Scanning is done at two frames per second – so a 3-inch 50-foot reel will take about half an hour to digitize. Once recorded, the unit can playback the footage to your TV so everyone can see it on the big screen. Unfortunately, there is no support for audio, so if the film has a soundtrack this is not recorded.
What is the best software to scan film?
A lot of film scanners will come with some scanning software included, this might be first-party scanning software from the company that makes the scanner, or they might lean on third-party software which has the benefit of working on any supported scanner from multiple brands.
Scanner software can range in quality and functionality, with third-party software typically offering more control over your scans, but sometimes this choice can be overwhelming. First-party software is usually simpler to use and less daunting with options.
Two of the best choices for third-party scanning software are SilverFast by LaserSoft Imaging or VueScan from Hamrick. Silverfast is often bundled with more advanced scanners, it is very powerful although its dated interface isn't for everyone. Vuescan offers a cleaner interface and similar advanced features but must be bought as a separate purchase from the scanner.
What is camera scanning?
If you already have a mirrorless or DSLR digital camera and a high-quality 1:1 macro lens, then you can also "scan" your film using your camera, this is useful as you can scan any film format, and also very quickly.
However, this method takes a fair amount of careful setup, calibration, and technique, so is not for everyone, but with the right film scanning tools to flatten your film and a high CRI (color rendering index) backlight, you can get film "scans" that are indistinguishable to any of the best dedicated film scanning machines.
We have included some of the best camera scanning tools on this list like the Pixl-latr for those interested in trying out this low-cost technique.
How to choose the best film scanner
So how do you choose the best film scanner? It depends on both how many negatives you have, and what format they are in.
The most common film format is 35mm, this is the standard roll of 24 or 36 exposures that you usually find in drug stores or preloaded in disposable cameras. Other common types of film are mounted slides, which are negatives mounted within a white cardboard border, and medium format or 120 film, which is several times larger per frame than 35mm.
Flatbed scanners are the most useful for scanning multiple varieties of film types, as they have a large scanning surface, although because of that fact, are very large devices. If you only need to scan 35mm film, a dedicated scanner might be a much smaller and more convenient option, and typically offer higher resolutions and image quality from their more controlled and dedicated sensors.

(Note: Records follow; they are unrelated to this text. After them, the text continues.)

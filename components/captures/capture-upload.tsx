"use client";

import { useMemo, useState, type FormEvent } from "react";
import { Button } from "@/components/ui/button";
import { Field, Select, TextInput } from "@/components/ui/field";
import { Table, TBody, TD, TH, THead, TR } from "@/components/ui/table";
import { HttpError, errorMessage } from "@/lib/client/fetcher";
import {
  CAPTURE_MAX_BYTES,
  CaptureError,
  delimiterName,
  inspectCsv,
  parseCapture,
  TIME_UNIT_SCALE,
  type TimeUnit,
} from "@/lib/captures/parse";
import { CaptureSparkline } from "./capture-sparkline";
import { contentKeys } from "@/lib/workbench/row-ids";

interface Loaded {
  file: File;
  text: string;
  columns: string[];
  hasHeader: boolean;
  preview: string[][];
  rows: number;
  delimiter: string;
  decimalComma: boolean;
}

const UNIT_LABEL: Record<TimeUnit, string> = {
  s: "seconds",
  ms: "milliseconds",
  us: "microseconds",
  ns: "nanoseconds",
};

/** Guess the time unit from a header such as "t_ms" or "time (us)"; seconds otherwise. */
function unitFromHeader(name: string): TimeUnit {
  const m = /(?:^|[^a-z])(ms|us|µs|ns|s)(?:[^a-z]|$)/i.exec(name);
  const u = m?.[1]?.toLowerCase().replace("µs", "us");
  return u && u in TIME_UNIT_SCALE ? (u as TimeUnit) : "s";
}

/**
 * Upload a measured waveform: pick the CSV, choose the time and volts columns and the time
 * unit, see the parsed preview (same parser as the server), then store it for the team.
 */
export function CaptureUpload({ onUploaded }: { onUploaded: () => void }) {
  const [loaded, setLoaded] = useState<Loaded | null>(null);
  const [timeColumn, setTimeColumn] = useState(0);
  const [voltsColumn, setVoltsColumn] = useState(1);
  const [timeUnit, setTimeUnit] = useState<TimeUnit>("s");
  const [name, setName] = useState("");
  const [fileProblem, setFileProblem] = useState<string | null>(null);
  const [serverProblem, setServerProblem] = useState<string | null>(null);
  const [busy, setBusy] = useState(false);
  const [done, setDone] = useState<string | null>(null);

  async function pick(file: File | undefined) {
    setLoaded(null);
    setFileProblem(null);
    setServerProblem(null);
    setDone(null);
    if (!file) return;
    if (file.size > CAPTURE_MAX_BYTES) {
      setFileProblem(
        `The file is ${(file.size / (1024 * 1024)).toFixed(1)} MB; at most ${CAPTURE_MAX_BYTES / (1024 * 1024)} MB are accepted.`,
      );
      return;
    }
    const text = await file.text();
    try {
      const info = inspectCsv(text);
      setLoaded({ file, text, ...info });
      setTimeColumn(0);
      setVoltsColumn(Math.min(1, info.columns.length - 1));
      setTimeUnit(info.hasHeader ? unitFromHeader(info.columns[0]) : "s");
      setName(file.name.replace(/\.[^.]+$/, ""));
    } catch (err) {
      setFileProblem(err instanceof CaptureError ? err.message : errorMessage(err));
    }
  }

  const parsed = useMemo(() => {
    if (!loaded) return null;
    try {
      return {
        ok: true as const,
        capture: parseCapture(loaded.text, { timeColumn, voltsColumn, timeUnit, hasHeader: loaded.hasHeader }),
      };
    } catch (err) {
      return { ok: false as const, message: err instanceof Error ? err.message : String(err) };
    }
  }, [loaded, timeColumn, voltsColumn, timeUnit]);

  async function submit(e: FormEvent) {
    e.preventDefault();
    if (!loaded || !parsed?.ok) return;
    setBusy(true);
    setServerProblem(null);
    const form = new FormData();
    form.set("file", loaded.file);
    form.set("name", name);
    // Column numbers are 1-based for people; header names are sent as they are.
    form.set("timeColumn", loaded.hasHeader ? loaded.columns[timeColumn] : String(timeColumn + 1));
    form.set("voltsColumn", loaded.hasHeader ? loaded.columns[voltsColumn] : String(voltsColumn + 1));
    form.set("timeUnit", timeUnit);
    form.set("hasHeader", String(loaded.hasHeader));
    try {
      const res = await fetch("/api/captures", { method: "POST", body: form, credentials: "same-origin" });
      const body = await res.json().catch(() => null);
      if (!res.ok) throw new HttpError(res.status, body);
      setDone(`Stored "${body?.name ?? name}" (${parsed.capture.rows.toLocaleString("en")} points).`);
      setLoaded(null);
      onUploaded();
    } catch (err) {
      setServerProblem(errorMessage(err));
    } finally {
      setBusy(false);
    }
  }

  // The file's columns and first rows are only shown, never reordered: they key on their content.
  const columnKeys = useMemo(() => contentKeys(loaded?.columns ?? []), [loaded]);
  const rowKeys = useMemo(() => contentKeys(loaded?.preview ?? [], (r) => r.join("\t")), [loaded]);

  return (
    <form onSubmit={submit} className="flex flex-col gap-3" aria-label="Upload a capture">
      <Field
        label="CSV file"
        htmlFor="capture-file"
        hint="Columns of numbers, one row per sample; time strictly increasing. Up to 5 MB and 200,000 rows."
        error={fileProblem}
      >
        <input
          id="capture-file"
          type="file"
          accept=".csv,text/csv,text/plain"
          onChange={(e) => void pick(e.target.files?.[0])}
          className="text-[13px] file:mr-3 file:h-8 file:rounded-md file:border file:border-paper-line file:bg-paper-card file:px-3 file:text-[13px] file:font-medium hover:file:bg-paper-sunk"
        />
      </Field>

      {loaded && (
        <>
          <div className="grid gap-3 sm:grid-cols-4">
            <Field label="Name" htmlFor="capture-name">
              <TextInput id="capture-name" value={name} maxLength={120} onChange={(e) => setName(e.target.value)} />
            </Field>
            <Field label="Time column" htmlFor="capture-time">
              <Select id="capture-time" value={timeColumn} onChange={(e) => setTimeColumn(Number(e.target.value))}>
                {loaded.columns.map((c, i) => (
                  <option key={columnKeys[i]} value={i}>
                    {c}
                  </option>
                ))}
              </Select>
            </Field>
            <Field label="Time unit" htmlFor="capture-unit">
              <Select id="capture-unit" value={timeUnit} onChange={(e) => setTimeUnit(e.target.value as TimeUnit)}>
                {(Object.keys(UNIT_LABEL) as TimeUnit[]).map((u) => (
                  <option key={u} value={u}>
                    {UNIT_LABEL[u]}
                  </option>
                ))}
              </Select>
            </Field>
            <Field label="Volts column" htmlFor="capture-volts">
              <Select id="capture-volts" value={voltsColumn} onChange={(e) => setVoltsColumn(Number(e.target.value))}>
                {loaded.columns.map((c, i) => (
                  <option key={columnKeys[i]} value={i}>
                    {c}
                  </option>
                ))}
              </Select>
            </Field>
          </div>

          <div className="rounded-md border border-paper-line">
            <Table aria-label="First rows of the file">
              <THead>
                <TR>
                  {loaded.columns.map((c, i) => (
                    <TH
                      key={columnKeys[i]}
                      numeric
                      className={i === timeColumn ? "text-indigo" : i === voltsColumn ? "text-copper" : undefined}
                    >
                      {c}
                    </TH>
                  ))}
                </TR>
              </THead>
              <TBody>
                {loaded.preview.map((row, r) => (
                  <TR key={rowKeys[r]}>
                    {loaded.columns.map((_, i) => (
                      <TD
                        key={columnKeys[i]}
                        numeric
                        className={i === timeColumn || i === voltsColumn ? "text-ink" : "text-ink-faint"}
                      >
                        {row[i] ?? ""}
                      </TD>
                    ))}
                  </TR>
                ))}
              </TBody>
            </Table>
            <p className="border-t border-paper-line px-3 py-1.5 text-[12px] text-ink-mute">
              First {loaded.preview.length} of {loaded.rows.toLocaleString("en")} data rows
              {loaded.hasHeader ? " (header row detected)" : " (no header row)"}.{" "}
              <span data-testid="capture-detected">
                Detected: {delimiterName(loaded.delimiter)}-separated
                {loaded.decimalComma ? ", decimal commas (1,5 = 1.5)" : ""}.
              </span>
            </p>
          </div>

          {parsed?.ok ? (
            <CaptureSparkline samples={parsed.capture.samples} label={`Preview of ${name}`} />
          ) : (
            <p
              role="alert"
              className="rounded-md border border-alert/30 bg-alert-soft px-3 py-2 text-[13px] text-alert"
            >
              {parsed?.message}
            </p>
          )}

          <div className="flex justify-end gap-2">
            <Button onClick={() => setLoaded(null)}>Cancel</Button>
            <Button type="submit" variant="primary" disabled={busy || !parsed?.ok}>
              {busy ? "Uploading…" : "Store capture"}
            </Button>
          </div>
        </>
      )}
      {serverProblem && (
        <p role="alert" className="text-[13px] text-alert">
          {serverProblem}
        </p>
      )}
      {done && (
        <p role="status" className="text-[13px] text-moss">
          {done}
        </p>
      )}
    </form>
  );
}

If you are looking to scan large quantities of film then a flatbed scanner might be the choice for you, as they are capable of scanning multiple film frames automatically with minimal user input. Dedicated film scanners typically require a bit more manual interaction to move films through the scanning process and only scan one frame at a time.
Finally, where you will use the film determines what maximum scanning resolution you will need. Don’t be swayed by sky-high scanning resolutions. Unless you’re digitizing extremely slow film speed, 3,200 dpi will be more than enough for most applications. Film does not have the same resolving power as today's digital sensors, especially smaller formats.
How we test film scanners
We test film scanners by scanning rolls of film that we have shot through each scanner, we test each scanner at a variety of resolutions and settings and compare the results.
In the resulting scans, we look for a variety of factors including image quality, focus accuracy, sharpness, color accuracy, and color vibrance/saturation to how we would expect each film to look based on our sample of professional lab scanned images and our prior extensive experience of working with film.
We also assess the build quality and ease of use of every scanner, as well as any software provided with the scanner for functionality and usability.